» **Work task**
Set down, please, exactly the lines below that run from the line with "repository 3416cdb3b9931b98" to the line with "def logging_to(path: str)", both lines included.

» **Records shown**
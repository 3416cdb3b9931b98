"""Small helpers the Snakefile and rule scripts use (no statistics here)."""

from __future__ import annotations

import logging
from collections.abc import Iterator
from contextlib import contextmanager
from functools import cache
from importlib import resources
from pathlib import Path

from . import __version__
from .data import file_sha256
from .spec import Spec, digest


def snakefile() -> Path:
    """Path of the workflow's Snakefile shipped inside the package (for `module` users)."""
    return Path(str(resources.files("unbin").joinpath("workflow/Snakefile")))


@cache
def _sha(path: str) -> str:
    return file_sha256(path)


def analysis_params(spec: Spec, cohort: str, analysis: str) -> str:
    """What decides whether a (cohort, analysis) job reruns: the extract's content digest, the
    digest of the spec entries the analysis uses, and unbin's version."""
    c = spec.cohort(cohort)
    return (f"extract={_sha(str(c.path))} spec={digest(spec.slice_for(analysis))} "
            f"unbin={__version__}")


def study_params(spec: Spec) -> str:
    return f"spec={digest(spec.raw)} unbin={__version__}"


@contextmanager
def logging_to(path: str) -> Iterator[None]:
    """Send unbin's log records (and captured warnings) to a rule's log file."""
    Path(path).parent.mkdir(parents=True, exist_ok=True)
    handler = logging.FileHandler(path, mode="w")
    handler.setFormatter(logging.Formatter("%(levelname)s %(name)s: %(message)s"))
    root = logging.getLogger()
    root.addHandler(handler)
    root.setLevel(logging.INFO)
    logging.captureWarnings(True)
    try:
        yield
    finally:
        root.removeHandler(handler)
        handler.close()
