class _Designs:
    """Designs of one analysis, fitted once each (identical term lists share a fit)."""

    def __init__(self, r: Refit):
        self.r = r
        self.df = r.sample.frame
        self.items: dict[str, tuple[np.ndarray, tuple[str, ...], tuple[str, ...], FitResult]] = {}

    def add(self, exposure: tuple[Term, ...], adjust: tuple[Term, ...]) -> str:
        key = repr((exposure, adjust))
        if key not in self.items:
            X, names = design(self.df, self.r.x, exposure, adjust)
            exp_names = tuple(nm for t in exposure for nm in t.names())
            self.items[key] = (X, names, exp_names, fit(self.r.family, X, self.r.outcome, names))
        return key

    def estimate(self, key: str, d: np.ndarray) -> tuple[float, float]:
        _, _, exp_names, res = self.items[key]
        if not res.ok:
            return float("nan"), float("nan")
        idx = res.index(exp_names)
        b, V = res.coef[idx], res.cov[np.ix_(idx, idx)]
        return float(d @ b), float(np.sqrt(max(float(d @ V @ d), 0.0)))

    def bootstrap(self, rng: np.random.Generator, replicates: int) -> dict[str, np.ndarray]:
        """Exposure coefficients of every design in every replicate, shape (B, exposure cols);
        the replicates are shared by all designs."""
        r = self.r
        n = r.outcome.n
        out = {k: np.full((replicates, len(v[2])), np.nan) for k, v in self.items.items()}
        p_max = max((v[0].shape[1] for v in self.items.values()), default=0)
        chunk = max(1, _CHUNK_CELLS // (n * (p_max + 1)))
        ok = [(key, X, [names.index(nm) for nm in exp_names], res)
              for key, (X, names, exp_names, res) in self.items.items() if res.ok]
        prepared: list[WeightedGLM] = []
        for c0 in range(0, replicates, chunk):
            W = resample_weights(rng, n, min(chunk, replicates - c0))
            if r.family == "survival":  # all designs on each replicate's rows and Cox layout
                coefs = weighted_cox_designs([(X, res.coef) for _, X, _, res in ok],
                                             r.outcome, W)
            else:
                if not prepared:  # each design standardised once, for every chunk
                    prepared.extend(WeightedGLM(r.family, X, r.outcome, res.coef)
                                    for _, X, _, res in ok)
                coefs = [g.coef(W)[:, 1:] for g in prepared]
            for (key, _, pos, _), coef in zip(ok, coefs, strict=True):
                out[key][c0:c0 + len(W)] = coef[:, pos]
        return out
--
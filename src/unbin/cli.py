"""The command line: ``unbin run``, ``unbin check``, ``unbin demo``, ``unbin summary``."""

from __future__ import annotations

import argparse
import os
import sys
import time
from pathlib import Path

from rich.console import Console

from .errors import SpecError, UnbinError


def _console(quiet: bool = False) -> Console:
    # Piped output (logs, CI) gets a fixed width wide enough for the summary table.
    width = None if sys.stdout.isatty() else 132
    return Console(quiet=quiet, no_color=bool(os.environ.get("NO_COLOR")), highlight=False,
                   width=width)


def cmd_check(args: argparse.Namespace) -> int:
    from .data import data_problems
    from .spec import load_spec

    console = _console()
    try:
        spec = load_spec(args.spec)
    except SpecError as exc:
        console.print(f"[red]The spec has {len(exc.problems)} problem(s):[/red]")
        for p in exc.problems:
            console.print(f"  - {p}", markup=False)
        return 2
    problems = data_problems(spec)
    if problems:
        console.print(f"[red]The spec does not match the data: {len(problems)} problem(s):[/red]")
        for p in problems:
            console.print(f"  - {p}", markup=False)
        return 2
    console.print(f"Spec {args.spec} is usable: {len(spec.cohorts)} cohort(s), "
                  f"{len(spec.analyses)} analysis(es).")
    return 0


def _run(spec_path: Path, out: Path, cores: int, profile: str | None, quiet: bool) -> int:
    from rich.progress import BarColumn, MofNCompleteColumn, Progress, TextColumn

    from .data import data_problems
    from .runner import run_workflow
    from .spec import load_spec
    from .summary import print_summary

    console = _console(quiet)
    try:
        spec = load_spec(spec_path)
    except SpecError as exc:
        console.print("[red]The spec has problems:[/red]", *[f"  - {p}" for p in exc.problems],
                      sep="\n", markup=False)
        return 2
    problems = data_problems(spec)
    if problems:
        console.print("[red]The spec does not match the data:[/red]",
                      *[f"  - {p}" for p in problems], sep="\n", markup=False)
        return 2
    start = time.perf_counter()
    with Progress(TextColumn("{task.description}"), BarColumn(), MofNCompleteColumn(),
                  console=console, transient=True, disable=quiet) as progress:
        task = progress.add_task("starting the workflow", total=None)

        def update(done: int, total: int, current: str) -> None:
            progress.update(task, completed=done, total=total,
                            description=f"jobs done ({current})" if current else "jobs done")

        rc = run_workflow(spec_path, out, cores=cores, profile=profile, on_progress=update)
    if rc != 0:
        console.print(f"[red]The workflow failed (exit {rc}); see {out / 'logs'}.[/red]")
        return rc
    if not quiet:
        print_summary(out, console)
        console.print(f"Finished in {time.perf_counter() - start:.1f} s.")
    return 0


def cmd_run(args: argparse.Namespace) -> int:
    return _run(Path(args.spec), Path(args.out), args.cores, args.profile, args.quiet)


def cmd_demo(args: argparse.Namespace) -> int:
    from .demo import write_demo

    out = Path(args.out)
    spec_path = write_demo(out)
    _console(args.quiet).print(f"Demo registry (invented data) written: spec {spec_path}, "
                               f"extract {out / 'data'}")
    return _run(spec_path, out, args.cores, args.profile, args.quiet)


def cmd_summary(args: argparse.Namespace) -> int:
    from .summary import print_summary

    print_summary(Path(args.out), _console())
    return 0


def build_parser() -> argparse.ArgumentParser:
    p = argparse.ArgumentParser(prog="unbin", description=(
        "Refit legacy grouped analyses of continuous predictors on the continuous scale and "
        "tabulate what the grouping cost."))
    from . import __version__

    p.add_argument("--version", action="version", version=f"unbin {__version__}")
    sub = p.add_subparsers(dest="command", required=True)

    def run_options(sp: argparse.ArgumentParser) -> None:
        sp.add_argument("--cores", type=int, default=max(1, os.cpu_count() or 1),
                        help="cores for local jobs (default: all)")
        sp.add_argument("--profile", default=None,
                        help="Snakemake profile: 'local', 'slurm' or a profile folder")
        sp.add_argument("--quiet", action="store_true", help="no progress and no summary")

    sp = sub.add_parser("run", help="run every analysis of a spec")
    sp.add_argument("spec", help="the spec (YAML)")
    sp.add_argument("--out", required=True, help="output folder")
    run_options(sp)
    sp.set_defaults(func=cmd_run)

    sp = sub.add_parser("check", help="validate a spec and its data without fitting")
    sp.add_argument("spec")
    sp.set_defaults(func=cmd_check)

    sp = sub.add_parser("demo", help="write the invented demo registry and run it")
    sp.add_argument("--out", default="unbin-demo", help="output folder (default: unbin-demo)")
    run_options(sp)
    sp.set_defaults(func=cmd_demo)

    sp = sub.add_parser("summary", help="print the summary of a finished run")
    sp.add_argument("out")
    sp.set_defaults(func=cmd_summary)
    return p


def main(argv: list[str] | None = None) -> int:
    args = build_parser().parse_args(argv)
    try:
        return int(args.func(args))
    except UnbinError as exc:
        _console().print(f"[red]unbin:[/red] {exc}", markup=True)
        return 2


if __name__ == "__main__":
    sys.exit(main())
---
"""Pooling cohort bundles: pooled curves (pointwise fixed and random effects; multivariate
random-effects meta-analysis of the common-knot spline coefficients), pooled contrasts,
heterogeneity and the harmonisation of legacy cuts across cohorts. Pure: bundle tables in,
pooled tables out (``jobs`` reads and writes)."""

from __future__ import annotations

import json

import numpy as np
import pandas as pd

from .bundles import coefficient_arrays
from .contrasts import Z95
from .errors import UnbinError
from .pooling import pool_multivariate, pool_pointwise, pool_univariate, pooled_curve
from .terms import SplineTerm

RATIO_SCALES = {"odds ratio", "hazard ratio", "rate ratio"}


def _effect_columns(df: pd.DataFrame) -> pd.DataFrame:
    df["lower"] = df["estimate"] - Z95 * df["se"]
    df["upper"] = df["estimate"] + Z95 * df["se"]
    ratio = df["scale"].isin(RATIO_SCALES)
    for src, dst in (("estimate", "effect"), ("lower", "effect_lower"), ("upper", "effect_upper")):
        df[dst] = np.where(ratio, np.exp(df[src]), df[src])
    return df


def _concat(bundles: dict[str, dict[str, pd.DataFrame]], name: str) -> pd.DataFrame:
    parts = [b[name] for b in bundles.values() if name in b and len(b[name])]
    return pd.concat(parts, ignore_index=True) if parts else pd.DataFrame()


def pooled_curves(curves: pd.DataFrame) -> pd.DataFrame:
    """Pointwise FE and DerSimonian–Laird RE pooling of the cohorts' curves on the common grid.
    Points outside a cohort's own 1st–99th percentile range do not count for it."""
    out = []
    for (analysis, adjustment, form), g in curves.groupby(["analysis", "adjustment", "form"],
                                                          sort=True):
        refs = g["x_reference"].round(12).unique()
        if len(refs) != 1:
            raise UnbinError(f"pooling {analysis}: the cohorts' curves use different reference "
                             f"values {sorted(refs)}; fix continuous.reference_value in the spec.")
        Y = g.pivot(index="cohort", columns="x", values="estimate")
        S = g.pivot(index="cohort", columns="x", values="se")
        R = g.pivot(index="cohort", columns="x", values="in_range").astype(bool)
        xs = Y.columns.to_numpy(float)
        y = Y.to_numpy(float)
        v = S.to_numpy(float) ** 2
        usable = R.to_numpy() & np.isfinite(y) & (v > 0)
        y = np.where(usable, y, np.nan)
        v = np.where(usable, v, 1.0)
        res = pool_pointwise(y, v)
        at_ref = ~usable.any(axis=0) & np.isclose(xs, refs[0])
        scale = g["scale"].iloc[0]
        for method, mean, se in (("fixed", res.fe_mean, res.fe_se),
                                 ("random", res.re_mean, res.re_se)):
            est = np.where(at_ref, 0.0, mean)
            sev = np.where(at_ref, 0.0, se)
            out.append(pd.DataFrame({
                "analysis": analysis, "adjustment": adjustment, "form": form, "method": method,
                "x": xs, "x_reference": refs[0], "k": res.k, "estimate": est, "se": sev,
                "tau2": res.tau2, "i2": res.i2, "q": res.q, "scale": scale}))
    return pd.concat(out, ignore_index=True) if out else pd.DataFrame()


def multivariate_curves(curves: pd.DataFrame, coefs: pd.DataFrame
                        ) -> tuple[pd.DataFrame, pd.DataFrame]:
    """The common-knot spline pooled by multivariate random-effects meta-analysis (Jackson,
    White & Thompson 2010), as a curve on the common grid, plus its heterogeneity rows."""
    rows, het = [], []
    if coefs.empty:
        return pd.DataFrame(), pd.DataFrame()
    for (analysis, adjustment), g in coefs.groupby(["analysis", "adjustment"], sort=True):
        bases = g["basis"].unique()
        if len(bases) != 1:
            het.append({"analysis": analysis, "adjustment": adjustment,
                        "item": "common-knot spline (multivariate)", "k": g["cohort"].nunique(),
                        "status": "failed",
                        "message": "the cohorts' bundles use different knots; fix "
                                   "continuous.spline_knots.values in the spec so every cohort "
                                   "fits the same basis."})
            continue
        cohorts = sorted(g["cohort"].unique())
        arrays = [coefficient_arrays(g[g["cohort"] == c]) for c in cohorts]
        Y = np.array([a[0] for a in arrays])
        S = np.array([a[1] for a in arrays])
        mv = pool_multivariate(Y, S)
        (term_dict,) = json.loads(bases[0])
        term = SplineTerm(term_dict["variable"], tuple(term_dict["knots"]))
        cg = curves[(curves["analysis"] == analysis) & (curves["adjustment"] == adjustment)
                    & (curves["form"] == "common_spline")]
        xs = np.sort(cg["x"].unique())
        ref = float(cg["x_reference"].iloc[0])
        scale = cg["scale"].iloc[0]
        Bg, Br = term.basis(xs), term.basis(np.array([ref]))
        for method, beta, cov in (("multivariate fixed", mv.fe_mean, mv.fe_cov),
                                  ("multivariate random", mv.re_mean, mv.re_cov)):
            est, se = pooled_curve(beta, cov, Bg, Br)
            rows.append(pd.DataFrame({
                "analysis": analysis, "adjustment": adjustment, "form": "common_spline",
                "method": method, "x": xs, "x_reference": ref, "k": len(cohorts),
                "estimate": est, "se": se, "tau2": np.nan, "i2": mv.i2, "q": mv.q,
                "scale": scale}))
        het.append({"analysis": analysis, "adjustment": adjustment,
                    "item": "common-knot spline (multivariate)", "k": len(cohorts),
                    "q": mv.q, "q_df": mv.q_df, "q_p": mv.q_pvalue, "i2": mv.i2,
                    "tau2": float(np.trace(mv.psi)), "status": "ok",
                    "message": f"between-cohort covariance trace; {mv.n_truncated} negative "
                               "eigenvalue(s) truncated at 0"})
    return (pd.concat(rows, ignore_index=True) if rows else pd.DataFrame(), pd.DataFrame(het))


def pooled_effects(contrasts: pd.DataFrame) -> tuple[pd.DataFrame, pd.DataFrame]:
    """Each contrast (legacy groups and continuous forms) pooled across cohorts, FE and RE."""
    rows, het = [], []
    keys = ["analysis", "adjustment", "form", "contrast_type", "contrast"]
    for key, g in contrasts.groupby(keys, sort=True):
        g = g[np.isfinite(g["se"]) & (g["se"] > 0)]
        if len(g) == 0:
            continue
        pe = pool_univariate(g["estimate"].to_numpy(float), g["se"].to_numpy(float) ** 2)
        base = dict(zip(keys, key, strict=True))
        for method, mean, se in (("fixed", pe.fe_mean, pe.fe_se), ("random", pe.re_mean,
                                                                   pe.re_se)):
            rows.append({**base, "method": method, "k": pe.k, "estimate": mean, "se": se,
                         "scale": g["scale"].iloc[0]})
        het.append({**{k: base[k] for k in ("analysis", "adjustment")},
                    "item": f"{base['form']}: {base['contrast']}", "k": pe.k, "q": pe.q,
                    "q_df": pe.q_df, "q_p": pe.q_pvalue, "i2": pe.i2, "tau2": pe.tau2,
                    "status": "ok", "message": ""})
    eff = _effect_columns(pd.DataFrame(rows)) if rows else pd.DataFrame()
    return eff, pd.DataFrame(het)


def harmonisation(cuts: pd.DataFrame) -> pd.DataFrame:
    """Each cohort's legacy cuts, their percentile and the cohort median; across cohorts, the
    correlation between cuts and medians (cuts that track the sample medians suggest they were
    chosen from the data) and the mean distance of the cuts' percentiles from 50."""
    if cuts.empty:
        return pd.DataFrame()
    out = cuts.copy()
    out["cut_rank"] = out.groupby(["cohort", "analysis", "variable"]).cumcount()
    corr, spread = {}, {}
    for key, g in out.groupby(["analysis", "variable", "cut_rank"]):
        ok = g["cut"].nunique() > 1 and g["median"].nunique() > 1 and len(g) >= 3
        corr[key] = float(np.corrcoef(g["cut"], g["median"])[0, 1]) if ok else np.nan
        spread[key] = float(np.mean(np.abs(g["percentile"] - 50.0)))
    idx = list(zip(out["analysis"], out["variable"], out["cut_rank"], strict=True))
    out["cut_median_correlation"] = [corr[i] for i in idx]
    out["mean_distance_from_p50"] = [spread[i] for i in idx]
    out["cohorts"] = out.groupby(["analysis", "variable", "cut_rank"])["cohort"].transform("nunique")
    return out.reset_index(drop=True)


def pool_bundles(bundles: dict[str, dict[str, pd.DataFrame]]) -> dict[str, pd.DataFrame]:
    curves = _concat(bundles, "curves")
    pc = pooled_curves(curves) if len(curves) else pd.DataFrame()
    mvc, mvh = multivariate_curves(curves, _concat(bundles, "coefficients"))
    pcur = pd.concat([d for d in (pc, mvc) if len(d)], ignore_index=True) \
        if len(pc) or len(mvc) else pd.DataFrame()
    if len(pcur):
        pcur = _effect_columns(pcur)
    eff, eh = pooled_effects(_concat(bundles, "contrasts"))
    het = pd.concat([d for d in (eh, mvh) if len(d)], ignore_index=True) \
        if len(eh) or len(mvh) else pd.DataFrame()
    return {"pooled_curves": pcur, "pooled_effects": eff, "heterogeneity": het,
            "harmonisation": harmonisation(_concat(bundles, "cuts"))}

» **Exercise response**
repository 3416cdb3b9931b98
"""Small helpers the Snakefile and rule scripts use (no statistics here)."""

from __future__ import annotations

import logging
from collections.abc import Iterator
from contextlib import contextmanager
from functools import cache
from importlib import resources
from pathlib import Path

from . import __version__
from .data import file_sha256
from .spec import Spec, digest


def snakefile() -> Path:
    """Path of the workflow's Snakefile shipped inside the package (for `module` users)."""
    return Path(str(resources.files("unbin").joinpath("workflow/Snakefile")))


@cache
def _sha(path: str) -> str:
    return file_sha256(path)


def analysis_params(spec: Spec, cohort: str, analysis: str) -> str:
    """What decides whether a (cohort, analysis) job reruns: the extract's content digest, the
    digest of the spec entries the analysis uses, and unbin's version."""
    c = spec.cohort(cohort)
    return (f"extract={_sha(str(c.path))} spec={digest(spec.slice_for(analysis))} "
            f"unbin={__version__}")


def study_params(spec: Spec) -> str:
    return f"spec={digest(spec.raw)} unbin={__version__}"


@contextmanager
def logging_to(path: str) -> Iterator[None]:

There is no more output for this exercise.